Work out how many lines of the entries have the word "getByLabel" in them. Respond with that number only.

-- Opening Marker --

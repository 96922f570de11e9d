import { DEMO, expect, expectCleanPage, signIn, test } from "./fixtures";

const dev = (key: string) => `larch-lane-dev-${key}`;
// The level cell reads "<n> %": match the whole number, so "0 %" does not match "100 %".
const level = (n: number) => new RegExp(`(^|\\D)${n} %`);

test("the manager walks a visitor up the path after closing, lets 10 minutes pass, and trips the fire input", async ({ page, watch }) => {
  await page.setViewportSize({ width: 1280, height: 800 });
  await signIn(page, DEMO.manager, undefined, "/sites/larch-lane/bench");
  await expect(page.getByRole("heading", { level: 1, name: "Test bench" })).toBeVisible();
  await expect(page.getByRole("link", { name: "Test bench" })).toHaveAttribute("aria-current", "page");

  // After closing: a Wednesday in January, 18:30 (the demo rules close the shop at 17:30).
  await page.getByLabel("Date", { exact: true }).fill("2025-01-15");
  await page.getByLabel("Time", { exact: true }).fill("18:30");
  await page.getByRole("button", { name: "Set date" }).click();
  await expect(page.getByTestId("bench-time")).toHaveText(/Wed.*15 Jan 2025.*18:30/);
  await expect(page.getByTestId("bench-mode")).toHaveText("closed");

  // Dark on the path, then a visitor walks up it.
  const sensor = page.getByRole("listitem", { name: "Front path motion sensor" });
  await sensor.getByLabel(/Light level \(lx\)/).fill("4");
  await sensor.getByRole("button", { name: "Send lx" }).click();
  await expect(sensor.getByText("now 4 lx")).toBeVisible();
  await sensor.getByRole("button", { name: "Walk past" }).click();

  for (const key of ["light-path-1", "light-path-2"]) {
    const row = page.getByTestId(`level-${dev(key)}`);
    await expect(row).toContainText(level(100));
    await expect(row).toContainText("Sensor");
  }
  const notices = page.getByRole("region", { name: "Notices" });
  await expect(notices.getByRole("listitem").first()).toContainText("would send");
  await expect(notices.getByRole("listitem").first()).toContainText("Someone is on the front path (18:30).");
  const feed = page.getByRole("region", { name: "What happened, and why" });
  await expect(feed.getByText("t-path-motion>g-path-after-hours>g-path-dark").first()).toBeVisible();
  await expect(feed.getByText(/light-level-below \(g-path-dark\): passed — saw lux of Front path motion sensor = 4 lx/).first()).toBeVisible();
  await page.evaluate(() => window.scrollTo(0, 0));
  await page.screenshot({ path: "tmp/shots/bench-visitor-1280.png" });
  await page.screenshot({ path: "tmp/shots/bench-visitor-1280-full.png", fullPage: true });

  // Ten minutes later the 3-minute vacancy rule has faded them out (a 10 s fade, replayed on screen).
  await page.getByRole("button", { name: "+10 min" }).click();
  await expect(page.getByTestId("bench-time")).toHaveText(/18:40/);
  for (const key of ["light-path-1", "light-path-2"]) await expect(page.getByTestId(`level-${dev(key)}`)).toContainText(level(0), { timeout: 15_000 });
  await expect(feed.getByText(/Front path to 0 %/).first()).toBeVisible();

  // Fire input: the latch holds through rocker presses until someone clears it.
  await page.getByRole("listitem", { name: "Fire-alarm input module" }).getByRole("button", { name: "Trip the fire input" }).click();
  const latch = page.getByRole("alert").filter({ hasText: "Emergency latched" });
  await expect(latch).toBeVisible();
  await expect(latch).toContainText("does not replace certified emergency lighting");
  await expect(page.getByTestId(`level-${dev("dl-escape-1")}`)).toContainText(level(100));
  const rocker = page.getByRole("listitem", { name: "Shop door rocker" });
  await rocker.getByRole("button", { name: "Press", exact: true }).click();
  await expect(feed.getByText(/held by Emergency/).first()).toBeVisible();
  await page.getByRole("listitem", { name: "Flat rocker" }).getByRole("button", { name: "Press", exact: true }).click();
  await expect(latch).toBeVisible();
  const shopLight = page.getByTestId(`level-${dev("dl-shop-1")}`);
  await expect(shopLight).toContainText(level(0));
  await expect(shopLight).toContainText("Emergency");
  await page.getByRole("listitem", { name: "Fire-alarm input module" }).getByRole("button", { name: "Clear the input" }).click();
  await expect(latch).toBeVisible();

  page.once("dialog", (d) => void d.accept());
  await page.getByRole("button", { name: "Clear emergency (bench)" }).click();
  await expect(latch).toHaveCount(0);
  await expect(page.getByTestId("bench-mode")).toHaveText("closed");
  // The rocker's Manual claim waited under the Emergency one and takes over (the demo scene "Shop open": 80 %).
  await expect(shopLight).toContainText(level(80));
  await expect(shopLight).toContainText("Manual");
  await expectCleanPage(page, watch);
});

test("on a phone the bench stacks; an out-of-range reading is refused at the control", async ({ page, watch }) => {
  await page.setViewportSize({ width: 390, height: 844 });
  await signIn(page, DEMO.manager, undefined, "/sites/larch-lane/bench?source=draft");
  await expect(page.getByRole("radio", { name: /Draft/ })).toBeChecked();
  const climate = page.getByRole("listitem", { name: "Workshop climate sensor" });
  await climate.getByLabel(/Temperature \(°C\)/).fill("120");
  await expect(climate.getByRole("alert")).toContainText("120 °C is outside what the sensor reports (-40–85 °C).");
  await expect(climate.getByRole("button", { name: "Send °C" })).toBeDisabled();
  await page.screenshot({ path: "tmp/shots/bench-phone-top.png" });
  // Nothing on the bench is wider than the phone: long rule ids and names wrap, plan labels stay inside the plan.
  const fits = () => page.getByTestId("bench").evaluate((e) => e.scrollWidth <= e.clientWidth);
  expect(await fits()).toBe(true);
  await page.getByRole("region", { name: "Scenarios" }).getByRole("listitem", { name: "Scenario fire drill" }).getByRole("button", { name: "Play" }).click();
  await expect(page.getByText('Played "fire drill": played all 5 steps.')).toBeVisible();
  expect(await fits()).toBe(true);
  await page.getByRole("region", { name: "What happened, and why" }).screenshot({ path: "tmp/shots/bench-phone-feed.png" });
  await page.getByRole("region", { name: "Zones and levels" }).screenshot({ path: "tmp/shots/bench-phone-zones.png" });
  await page.screenshot({ path: "tmp/shots/bench-phone-full.png", fullPage: true });
  await expectCleanPage(page, watch);
});

test("an occupant cannot open the bench", async ({ page }) => {
  await signIn(page, DEMO.occupant);
  await page.goto("/sites/larch-lane/bench");
  await expect(page).toHaveURL(/\/sites\/larch-lane\?denied=1$/);
  await expect(page.getByRole("link", { name: "Test bench" })).toHaveCount(0);
});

-- Closing Marker --

§ **Exercise answer**:
4